Pernahkah kamu berada dalam situasi di mana pilihan hidup terasa seperti tarik-menarik antara idealisme dan kenyataan? Di satu sisi, kamu ingin terus belajar, kuliah, dan mengejar cita-cita setinggi langit. Tapi di sisi lain, kondisi keluarga tidak memungkinkan. Ada adik-adik yang harus masuk sekolah di waktu yang sama, biaya masuk tidak murah, dan orang tua harus memilih siapa yang harus didahulukan.
Ini bukan skenario fiktif. Ini adalah kenyataan yang dihadapi banyak keluarga hari ini. Dan mungkin, kamu atau orang yang kamu kenal sedang berada di posisi itu sekarang. Di tengah tekanan sosial kalau "anak pertama harus sukses", ada realita kalau sukses tidak selalu datang dari jalur yang sama.
Ketika Semua Masuk Sekolah, Tapi Uang Tidak Cukup
Bayangkan sepasang orang tua dengan tiga anak. Tahun ini, ketiganya harus masuk sekolah secara bersamaan. Satu ke taman kanak-kanak, satu ke SMP, dan yang paling besar ke perguruan tinggi. Masalahnya, biaya masuk tiga jenjang pendidikan sekaligus bukan angka yang kecil. Tabungan yang ada tidak cukup. Pilihannya cuma dua: memaksakan semuanya dan terjebak utang yang bisa menyesakkan napas, atau membuat keputusan berat---menunda kuliah anak pertama.

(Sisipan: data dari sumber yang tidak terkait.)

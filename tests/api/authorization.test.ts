import { randomUUID } from 'node:crypto';

import { ROUTE_TABLE } from '../../server/http/route-table';
import type { Route } from '../../server/http/route';
import { PartRow } from '../../server/parts/part-entity';
import { ROLES, type Role } from '../../shared/contracts/session';
import { partSchema } from '../../shared/model/part';
import { ApiServer } from '../support/api-server';
import { samplePart, sampleScenario } from '../support/sample-scenario';

interface Row {
  /** Who may; everybody else who is signed in gets 403. */
  may: readonly Role[] | 'anyone';
  answers: number;
  bearer: 'may' | 'refused' | 'not needed';
  /** Makes what the request needs and gives its address and body. */
  prepare?: (context: Context) => Promise<{ id: string; body?: object }> | { id: string; body?: object };
  /** Another team's record is like an absent one. */
  otherTeam?: 404;
  body?: object;
}

interface Context {
  server: ApiServer;
  designer: string;
  teamId: string;
}

const newScenario = async ({ server, designer }: Context) => {
  const answer = await server.send('post', '/api/scenarios', designer, { scenario: sampleScenario() }).expect(201);
  return String(answer.body.id);
};

const scenario = async (context: Context) => ({ id: await newScenario(context) });
const part = async ({ server, teamId }: Context) => {
  const document = partSchema.parse(samplePart());
  const id = randomUUID();
  await server.database.getRepository(PartRow).insert({ id, teamId, name: document.name, kind: document.kind, revision: 1, document, provenance: [], createdAt: new Date() });
  return { id };
};

const everyone = { may: ROLES, bearer: 'may' } as const;
const designers = { may: ['designer'], bearer: 'may' } as const;
const inPerson = { may: ROLES, bearer: 'refused' } as const;

/** What the product promises, written down apart from the code that keeps it. */
const MATRIX: Record<string, Row> = {
  'GET /api/health': { may: 'anyone', answers: 200, bearer: 'not needed' },
  'POST /api/session': { may: 'anyone', answers: 401, bearer: 'not needed', body: { email: 'nobody@test.example', password: 'wrong' } },
  'GET /api/session': { ...everyone, answers: 200 },
  'DELETE /api/session': { ...inPerson, answers: 204 },
  'GET /api/tokens': { ...inPerson, answers: 200 },
  'POST /api/tokens': { ...inPerson, answers: 201, body: { name: 'bench' } },
  'DELETE /api/tokens/:id': { ...inPerson, answers: 404, prepare: () => ({ id: randomUUID() }) },
  'GET /api/scenarios': { ...everyone, answers: 200 },
  'POST /api/scenarios': { ...designers, answers: 201, body: { scenario: sampleScenario() } },
  'GET /api/scenarios/:id': { ...everyone, answers: 200, prepare: scenario, otherTeam: 404 },
  'PUT /api/scenarios/:id': {
    ...designers,
    answers: 200,
    otherTeam: 404,
    prepare: async (context) => ({ id: await newScenario(context), body: { version: 1, scenario: sampleScenario({ name: 'Changed' }) } }),
  },
  'DELETE /api/scenarios/:id': { ...designers, answers: 204, prepare: scenario, otherTeam: 404 },
  'GET /api/parts': { ...everyone, answers: 200 },
  'GET /api/parts/:id': { ...everyone, answers: 200, prepare: part, otherTeam: 404 },
  'POST /api/simulations': { ...everyone, answers: 200, body: { scenario: sampleScenario() } },
};

const keyOf = (route: Route) => `${route.method.toUpperCase()} ${route.path}`;
const rowOf = (route: Route): Row => MATRIX[keyOf(route)]!;

let server: ApiServer;
let sessions: Record<Role, string>;
let strangerSession: string;
let context: Context;

beforeAll(async () => {
  server = await ApiServer.start();
  const entries = await Promise.all(ROLES.map(async (role) => [role, await server.signIn(server.people[role])] as const));
  sessions = Object.fromEntries(entries) as Record<Role, string>;
  strangerSession = await server.signIn(server.stranger);
  context = { server, designer: sessions.designer, teamId: server.people.designer.teamId };
});
afterAll(() => server.stop());

const prepared = async (route: Route) => {
  const row = rowOf(route);
  const made = await row.prepare?.(context);
  return { path: route.path.replace(':id', made?.id ?? ''), body: made?.body ?? row.body };
};

test('every route has a row in the matrix, and every row a route', () => {
  expect(ROUTE_TABLE.map(keyOf).sort()).toEqual(Object.keys(MATRIX).sort());
});

describe.each(ROUTE_TABLE.map((route) => [keyOf(route), route] as const))('%s', (_key, route) => {
  const row = rowOf(route);
  const guarded = row.may !== 'anyone';

  test(guarded ? 'is closed to who is signed out' : 'is open to anyone', async () => {
    const { path, body } = await prepared(route);
    const answer = await server.send(route.method, path, null, body);
    expect(answer.status).toBe(guarded ? 401 : row.answers);
    if (guarded) expect(answer.body).toMatchObject({ code: 'not-signed-in', status: 401 });
  });

  test.each(ROLES)('knows what a %s may do', async (role) => {
    const { path, body } = await prepared(route);
    const who = route.path === '/api/session' ? await server.signIn(server.people[role]) : sessions[role];
    const answer = await server.send(route.method, path, who, body);
    const may = row.may === 'anyone' || row.may.includes(role);
    expect(answer.status).toBe(may ? row.answers : 403);
    if (!may) expect(answer.body).toMatchObject({ code: 'not-allowed', status: 403 });
  });

  if (row.otherTeam) {
    test("answers another team's record as if it were absent", async () => {
      const { path, body } = await prepared(route);
      const foreign = await server.send(route.method, path, strangerSession, body).expect(row.otherTeam!);
      const absent = await server.send(route.method, route.path.replace(':id', randomUUID()), strangerSession, body).expect(404);
      const { instance: _one, ...foreignProblem } = foreign.body as Record<string, unknown>;
      const { instance: _two, ...absentProblem } = absent.body as Record<string, unknown>;
      expect(foreignProblem).toEqual(absentProblem);
      await server.send('get', path, sessions.reviewer).expect(200);
    });
  }

  if (guarded) {
    test(`a bearer token ${row.bearer === 'may' ? 'opens it too' : 'does not open it'}`, async () => {
      const token = await server.send('post', '/api/tokens', sessions.designer, { name: 'matrix' }).expect(201);
      const { path, body } = await prepared(route);
      const answer = await server.withToken(route.method, path, String(token.body.secret), body);
      expect(answer.status).toBe(row.bearer === 'may' ? row.answers : 403);
    });

    test('is closed to someone who was deactivated', async () => {
      const { path, body } = await prepared(route);
      await server.database.query('UPDATE person SET active = false WHERE id = $1', [server.stranger.id]);
      try {
        await server.send(route.method, path, strangerSession, body).expect(401);
      } finally {
        await server.database.query('UPDATE person SET active = true WHERE id = $1', [server.stranger.id]);
      }
    });
  }

  if (route.params) {
    test('names a wrong id', async () => {
      const { body } = await prepared(route);
      const answer = await server.send(route.method, route.path.replace(':id', 'seven'), sessions.designer, body).expect(400);
      expect(answer.body).toMatchObject({ code: 'invalid-input', issues: [{ path: 'id' }] });
    });
  }

  if (route.body) {
    test('names a field that is not one of its own', async () => {
      const { path, body } = await prepared(route);
      const answer = await server.send(route.method, path, sessions.designer, { ...body, surprise: 1 }).expect(400);
      expect(answer.body).toMatchObject({ code: 'invalid-input', issues: [{ path: 'surprise', message: 'is not a field here' }] });
    });
  }
});
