import type { z } from 'zod';

export interface InputIssue {
  /** Dotted path of the field, such as `bulk.capacitance`; empty for the whole input. */
  path: string;
  message: string;
}

/** What is wrong with an input, a line for each field, for the command line and the API alike. */
export const inputIssues = (error: z.ZodError): InputIssue[] =>
  error.issues.flatMap((issue) => {
    const path = issue.path.map(String);
    if (issue.code !== 'unrecognized_keys') return [{ path: path.join('.'), message: issue.message }];
    return issue.keys.map((key) => ({ path: [...path, key].join('.'), message: 'is not a field here' }));
  });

Dan itulah yang akhirnya mereka pilih.
Bukan karena mereka tidak peduli pada pendidikan. Justru karena mereka peduli, mereka memilih untuk rasional. Mereka tahu pendidikan adalah proses panjang, bukan perlombaan cepat-cepat sampai. Mereka juga tahu kalau tidak semua ilmu harus dibayar mahal untuk bisa dipelajari. Di era seperti sekarang, di mana informasi tersedia begitu luas, belajar bisa dilakukan dari mana saja. Tapi kebutuhan mendesak adik-adiknya tidak bisa ditunda.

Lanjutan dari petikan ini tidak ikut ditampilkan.